> **GOAL OF THE EXERCISE**
The string "enumerate" appears in some lines of the entries that follow; copy each such line.

> **DATASET ENTRIES**
"""Files of sparse data: round trips, the same matrix whatever the blocks, and named errors.

References outside the project: scikit-learn's load_svmlight_file and dump_svmlight_file, scipy.io's
mmwrite and scipy.sparse's save_npz.
"""

from __future__ import annotations

import gc
import gzip
import io
import os
import pickle
import re
import subprocess
import sys

import numpy as np
import pytest
import scipy.io
import scipy.sparse as sp
from hypothesis import given, settings
from hypothesis import strategies as st
from sklearn.datasets import dump_svmlight_file, load_svmlight_file

from sordino import files
from sordino.errors import InputError
from sordino.facts import MOST_FEATURES
from sordino.files import read_names, read_table, write_svmlight

GOOD_LINES = b"1 1:1 3:0.5\n# a comment\n\n0 2:-2 # another\n" * 4      # 16 lines, 8 rows
COORDINATE = "%%MatrixMarket matrix coordinate real general\n"


@pytest.fixture(autouse=True)
def _in_a_folder_of_its_own(tmp_path, monkeypatch):
    monkeypatch.chdir(tmp_path)


def random_table(seed=0, n=40, d=30, density=0.15) -> tuple[sp.csr_array, np.ndarray]:
    rng = np.random.default_rng(seed)
    X = sp.random_array((n, d), density=density, format="csr", rng=rng,
                        data_sampler=rng.standard_normal)
    X.sort_indices()
    return X, rng.integers(0, 2, n).astype(np.float64)


def write(name: str, content: bytes | str) -> str:
    with open(name, "wb") as file:
        file.write(content.encode() if isinstance(content, str) else content)
    return name


def assert_same(ours, expected):
    """The same shape, entries and places, nothing merged, dropped or reordered."""
    assert type(ours) is sp.csr_array and ours.shape == expected.shape
    assert ours.has_canonical_format
    np.testing.assert_array_equal(ours.indptr, expected.indptr)
    np.testing.assert_array_equal(ours.indices, expected.indices)
    np.testing.assert_array_equal(ours.data, expected.data)


def message(call, *args, **options) -> str:
    """The one line that a refused call says."""
    with pytest.raises(InputError) as caught:
        call(*args, **options)
    assert "\n" not in str(caught.value)
    return str(caught.value)


# --- svmlight, good files

@pytest.mark.parametrize("first", [0, 1])
@pytest.mark.parametrize("low", [0, -1])
def test_svmlight_as_scikit_learn_reads_it(first, low):
    X, y = random_table()
    y[y == 0] = low
    dump_svmlight_file(X, y, "train.svm", zero_based=first == 0, comment="made up")
    expected, labels = load_svmlight_file("train.svm", n_features=30, zero_based=first == 0)
    data = read_table("train.svm", features=30, first_column=first)
    assert_same(data.X, expected)
    np.testing.assert_array_equal(data.y, labels)
    assert data.X.dtype == data.y.dtype == np.float64 and data.source == "train.svm"
    assert data.X.indices.dtype == data.X.indptr.dtype == np.int32


@pytest.mark.parametrize("first", [0, 1])
def test_scikit_learn_reads_what_we_write(first):
    X, y = random_table(1)
    write_svmlight("out.svm", X, y, first_column=first)
    ours, labels = load_svmlight_file("out.svm", n_features=30, zero_based=first == 0)
    assert_same(sp.csr_array(ours), X)
    np.testing.assert_array_equal(labels, y)


@pytest.mark.parametrize("block", [1, 7, 64, 1000])
def test_blocks_do_not_matter(monkeypatch, block):
    X, y = random_table(2)
    write_svmlight("train.svm", X, y)
    monkeypatch.setattr(files, "BLOCK", block)
    data = read_table("train.svm")
    whole, labels = load_svmlight_file("train.svm", zero_based=False)
    assert_same(data.X, whole)
    np.testing.assert_array_equal(data.y, labels)


@pytest.mark.parametrize("suffix", [".svm", ".svmlight", ".libsvm", ".txt", ".SVM"])
@pytest.mark.parametrize("packed", ["", ".gz"])
def test_suffixes_and_packing(suffix, packed):
    X, y = random_table(3)
    write_svmlight("table" + suffix + packed, X, y)
    assert (open("table" + suffix + packed, "rb").read(2) == b"\x1f\x8b") == bool(packed)
    data = read_table("table" + suffix + packed, features=30)
    assert_same(data.X, X)
    np.testing.assert_array_equal(data.y, y)


def test_comments_blank_lines_crlf_and_no_last_newline():
    text = "# head, qid:1 and under_scores\r\n\r\n+1 1:1 3:2.5e0 # tail\r\n-1\r\n \t\r\n0 2:.5"
    data = read_table(write("train.svm", text), features=4)
    np.testing.assert_array_equal(data.X.toarray(), [[1, 0, 2.5, 0], [0] * 4, [0, 0.5, 0, 0]])
    np.testing.assert_array_equal(data.y, [1, -1, 0])


def test_width_left_out_is_the_highest_id():
    assert read_table(write("a.svm", "1 2:1\n0 7:1\n1 1:1\n")).X.shape == (3, 7)
    assert read_table(write("a.svm", "1 2:1\n0 6:1\n"), first_column=0).X.shape == (2, 7)
    assert read_table(write("a.svm", "1\n0\n")).X.shape == (2, 1)     # as scikit-learn has it


def test_the_widest_table_there_is():
    data = read_table(write("a.svm", f"1 1:1 {MOST_FEATURES}:2\n"), features=MOST_FEATURES)
    assert data.X.shape == (1, MOST_FEATURES) and data.X.indices.tolist() == [0, MOST_FEATURES - 1]


def test_stored_zeros_stay():
    assert read_table(write("a.svm", "1 1:0 2:1\n")).X.nnz == 2


def test_read_only_file():
    os.chmod(write("a.svm", GOOD_LINES), 0o444)
    assert read_table("a.svm").X.shape == (8, 3)


@st.composite
def tables(draw):
    d = draw(st.integers(1, 12))
    number = st.floats(allow_nan=False, allow_infinity=False)
    row = st.dictionaries(st.integers(0, d - 1), number, max_size=d)
    rows = draw(st.lists(row, min_size=1, max_size=8))
    labels = draw(st.lists(number, min_size=len(rows), max_size=len(rows)))
    entries = [(i, j, row[j]) for i, row in enumerate(rows) for j in sorted(row)]
    i, j, v = zip(*entries) if entries else ((), (), ())
    shape = (len(rows), d)
    return sp.csr_array((np.array(v, float), (np.array(i, int), np.array(j, int))), shape), labels


@settings(max_examples=100, deadline=None)
@given(tables(), st.integers(0, 1), st.integers(1, 200))
def test_svmlight_round_trip_is_exact(table, first, block):
    X, y = table
    with pytest.MonkeyPatch.context() as patch:
        patch.setattr(files, "BLOCK", block)
        write_svmlight("loop.svm", X, y, first_column=first)
        data = read_table("loop.svm", features=X.shape[1], first_column=first)
    assert_same(data.X, X)
    np.testing.assert_array_equal(data.y, y)
    np.testing.assert_array_equal(np.signbit(data.X.data), np.signbit(X.data))


def svmlight_by_the_rules(text: str, features: int):
    """(labels, entries), or the number of the first line that breaks a rule: the rules, plainly."""
    number = re.compile(r"[-+]?(\d+\.?\d*|\.\d+)([eE][-+]?\d+)?")
    labels, entries = [], []
    for line, content in enumerate(text.split("\n"), 1):
        fields = content.split("#")[0].split()
        if not fields:
            continue
        pairs = [re.fullmatch(r"([-+]?\d+):(\S+)", field) for field in fields[1:]]
        if not number.fullmatch(fields[0]) or None in pairs:
            return line
        ids = [int(pair[1]) for pair in pairs]
        values = [pair[2] for pair in pairs]
        if ids != sorted(set(ids)) or not all(1 <= id <= features for id in ids):
            return line
        if not all(number.fullmatch(value) for value in values):
            return line
        if not np.isfinite([float(value) for value in (fields[0], *values)]).all():
            return line
        labels.append(float(fields[0]))
        entries += [(len(labels) - 1, id - 1, float(v)) for id, v in zip(ids, values)]
    return labels, entries


PIECES = st.sampled_from(
    ["1", "0", "-1", "1:1", "2:0.5", "3:-2", "9:1", "12:1", "0:1", "+4:1e3", "2:1e999", "nan",
     "2:", ":", "1:1:1", "qid:3", "3:1_0", "1_0:1", "5:nan", "x", "1e5:1", "-3:1", "#", "e", "\t",
     "7:.", "99999999999999999999:1", "4294967297:1", "-0", "6:+.5", "8:0x1"]
)


@settings(max_examples=300, deadline=None)
@given(st.lists(st.lists(PIECES, max_size=5), min_size=1, max_size=6), st.integers(1, 60))
def test_every_text_is_read_by_the_rules_or_refused_at_its_line(lines, block):
    text = "1 1:1\n" + "\n".join(" ".join(line) for line in lines)
    expected = svmlight_by_the_rules(text, 9)
    write("any.svm", text)
    with pytest.MonkeyPatch.context() as patch:
        patch.setattr(files, "BLOCK", block)
        if isinstance(expected, int):
            assert message(read_table, "any.svm", features=9).startswith(
                f"any.svm, line {expected}: "
            )
            return
        data = read_table("any.svm", features=9)
    labels, entries = expected
    coo = data.X.tocoo()
    assert list(zip(coo.row.tolist(), coo.col.tolist(), coo.data.tolist())) == entries
    assert data.y.tolist() == labels


# --- svmlight, bad files

@pytest.mark.parametrize("block", [30, 2**22])
@pytest.mark.parametrize("packed", ["", ".gz"])
@pytest.mark.parametrize("line, fault", [
    (b"1 0:1", "column id 0 is below 1, the id of the first column (first_column=0 reads ids "
               "that start at 0)"),
    (b"1 -3:1", "column id -3 is below 1, the id of the first column"),
    (b"1 1:1 6:1", "column id 6 is out of range: the id of the last column is 5"),
    (b"1 99999999999999999999:1",
     "column id 99999999999999999999 is out of range: the id of the last column is 5"),
    (b"1 3:1 2:1", "column id 2 comes after 3: ids must ascend"),
    (b"1 3:1 3:1", "column id 3 is given twice"),
    (b"yes 1:1", "label 'yes' is not a number"),
    (b"1,2 1:1", "label '1,2' is not a number"),
    (b"nan 1:1", "label 'nan' is not a finite number"),
    (b"1e999 1:1", "label '1e999' is not a finite number"),
    (b"1 1:inf", "value of column 1: 'inf' is not a finite number"),
    (b"1 1:1 2:-1e999", "value of column 2: '-1e999' is not a finite number"),
    (b"1 2:NaN", "value of column 2: 'NaN' is not a finite number"),
    (b"1 2:x", "value of column 2: 'x' is not a number"),
    (b"1 2:1_0", "value of column 2: '1_0' is not a number"),
    (b"1 2:", "value of column 2: '' is not a number"),
    (b"1 a:1", "column id 'a' is not a whole number"),
    (b"1 1_1:1", "column id '1_1' is not a whole number"),
    (b"1 1.0:1", "column id '1.0' is not a whole number"),
    (b"1 :1", "column id '' is not a whole number"),
    (b"1 2", "'2' is not of the form id:value"),
    (b"1 qid:4 1:1", "query ids (qid:) are not supported"),
    ("1 1:1 # \u00e9".encode(), "byte 0xc3 is not ASCII"),
    (b"1 1:1\x00", "value of column 1: '1\\x00' is not a number"),
])
def test_a_bad_line_is_named(monkeypatch, block, packed, line, fault):
    monkeypatch.setattr(files, "BLOCK", block)
    text = GOOD_LINES + line + b"\r\n" + GOOD_LINES
    name = write("train.svm" + packed, gzip.compress(text) if packed else text)
    assert message(read_table, name, features=5) == f"{name}, line 17: {fault}"


def test_the_first_bad_line_is_the_one_named():
    write("train.svm", GOOD_LINES + b"1 2:x\n1 3:y\n")
    assert message(read_table, "train.svm").startswith("train.svm, line 17: ")


def test_a_long_bad_field_is_cut():
    assert len(message(read_table, write("train.svm", "1 " + "x" * 10**5))) < 100
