@pytest.mark.parametrize(("neighbours", "r", "s"), [
    ("add-remove", 1, 1), ("replace-one", 1, 2), ("add-remove", 3, 3), ("replace-one", 3, 6)])
@pytest.mark.parametrize("loss", LOSSES)
def test_what_included_features_cost(loss, neighbours, r, s):
    """Discrete Gaussian noise costs Delta^2/(2 sigma^2), a pick eps0^2/8."""
    facts = PublicFacts(features=500, rows=20_000, rows_per_person=r, label=LOSSES[loss])
    promise = Guarantee(1.0, 1e-6, neighbours)
    whole = 0.02435597036           # zCDP of epsilon 1 at delta 1e-6: theory.md, section 1a
    for options, counts in (
        ({"method": "frank-wolfe", "steps": 160, "include": [3, 5, 8]}, (1, 17, 3)),
        ({"method": "frank-wolfe", "steps": 2, "include": [3]}, (1, 3, 1)),
        ({"method": "greedy", "picks": 7, "include": [3, 5], "start": {5: 0.1, 9: 0.2}},
         (1, 12, 10)),
    ):
        plan = plan_fit(facts, promise, loss=loss, **options)
        expected = costs_by_hand(plan, s, *counts)
        assert [what for what, _ in plan.parts] == list(expected)
        for what, cost in plan.parts:
            assert cost.zcdp == pytest.approx(expected[what], rel=1e-12), what
        assert plan.zcdp == pytest.approx(sum(expected.values()), rel=1e-12)
        assert 0.999 * whole < plan.zcdp <= whole * (1 + 1e-9)
        assert expected["second moments"] == pytest.approx(0.99 * 0.05 * whole, rel=1e-4)


@pytest.mark.parametrize("method", METHODS)
def test_priors_and_starts_cost_nothing(method):
    """Frank-Wolfe's start as well; greedy corrects what it starts from, as `costs_by_hand` says."""
    size = {"picks": 5} if method == "greedy" else {"steps": 40}
    free, weighed = planned(method, **size), planned(method, **size, prior={4: 16.0, 5: 0.5})
    assert weighed.costs == free.costs and weighed.pick_epsilon == free.pick_epsilon
    if method == "frank-wolfe":
        started = planned(method, **size, start={2: 0.5, None: 1.0})
        assert started.costs == free.costs


@pytest.mark.parametrize("method", METHODS)
def test_what_a_prior_helps_to_see(method):
    """The others at score 0 weigh 2 * sum of 2^p in all: against them a feature that weighs 2^p is
    picked with probability 0.9 from (ln(that) + logit(0.9) - p ln 2) noise rows on."""
    size = {"picks": 5} if method == "greedy" else {"steps": 40}
    plan = planned(method, **size, prior={4: 16.0, 5: 0.5, 6: 4.0, 7: 4.0}, exclude=[6])
    weight = 26 + 16 + 0.5 + 4
    odds = math.log(2 * weight) + math.log(9)
    assert plan.smallest_effect_rows == pytest.approx(plan.noise_rows * odds, rel=1e-12)
    favoured = plan.noise_rows * (odds - 4 * math.log(2))
    assert plan.favoured_effect_rows == pytest.approx(favoured, rel=1e-12)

> **PROBLEM SOLUTION**
    entries = [(i, j, row[j]) for i, row in enumerate(rows) for j in sorted(row)]
    for line, content in enumerate(text.split("\n"), 1):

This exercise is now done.